Beating Physics at Binding Affinity

Perhaps the most consequential result appears in binding affinity prediction. Physics-based methods such as free-energy perturbation have long been considered the gold standard for estimating how tightly a drug binds to its target. They are accurate, but painfully slow and expensive.

IsoDDE’s affinity predictions exceed those of physics-based methods in accuracy, according to the report, while running at a fraction of the computational cost.

This is the point at which AI stops acting as a filter and becomes a decision engine. If binding strength can be estimated reliably on a computer, the need to synthesize and test thousands of compounds drops sharply.

This Was Not Built for a Demo

IsoDDE is not new. Isomorphic Labs has been running real drug programs on it for years. The public release offers a window into a system already embedded in active pipelines.

That distinction matters for credibility. The results are not from a single benchmark sprint or isolated dataset. They reflect sustained work across multiple problem classes, validated against established methods.

In an August 2025 interview with 60 Minutes, Hassabis described the stakes clearly:

“So on average, it takes, you know, 10 years and billions of dollars to design just one drug,” he said. “We can maybe reduce that down from years to maybe months or maybe even weeks.”

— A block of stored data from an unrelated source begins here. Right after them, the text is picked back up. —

package response

// Turns is e^(j step n) for one n after another.
type Turns struct {
	step     float64
	n        int
	now, one complex128
}

// NewTurns begins at n = first.
func NewTurns(step float64, first int) *Turns {
	return &Turns{step: step, n: first, now: turn(step * float64(first)), one: turn(step)}
}

// resync is how many steps a rotation by repeated multiplication may run before
// it is set right again: its error grows by about 1e-16 a step.
const resync = 512

// Next is the value at the next n.
func (t *Turns) Next() complex128 {
	now := t.now
	if t.n++; t.n%resync == 0 {
		t.now = turn(t.step * float64(t.n))
	} else {
		t.now *= t.one
	}
	return now
}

At the time, the claim sounded ambitious. After IsoDDE, it reads like a roadmap.

What IsoDDE Does, and Does Not Replace

None of this eliminates clinical trials, safety studies, or regulatory review. Human biology remains unpredictable. Drugs still fail for reasons no model can foresee.

What IsoDDE changes is the front end of discovery: the search for viable candidates. That phase consumes the majority of time and capital in drug development. Compressing it reshapes the economics of medicine.

Failures still happen. They just happen faster and earlier.

Why the Nobel Feels Close — and Distant

Hassabis once said most diseases could be cured within ten years. That line drew skepticism, and rightly so. Biology resists timelines.

Yet the distance between that claim and current reality has narrowed. AlphaFold proved AI could read biology. IsoDDE shows AI acting on it.

On X, Hassabis framed the moment carefully:

“The drug design engine we’re building at @IsomorphicLabs is extending the SOTA further across key benchmarks, showing huge progress in accuracy and capabilities critical for in-silico drug discovery. Incredible work from @maxjaderberg and the entire team at Isomorphic Labs!”

The drug design engine we’re building at @IsomorphicLabs is extending the SOTA further across key benchmarks, showing huge progress in accuracy and capabilities critical for in-silico drug discovery. Incredible work from @maxjaderberg and the entire team at Isomorphic Labs! https://t.co/cnnNhjTFtX

— Demis Hassabis (@demishassabis) February 10, 2026

The data support that confidence.

The shelf life of a Nobel Prize has not expired. It has simply been shortened.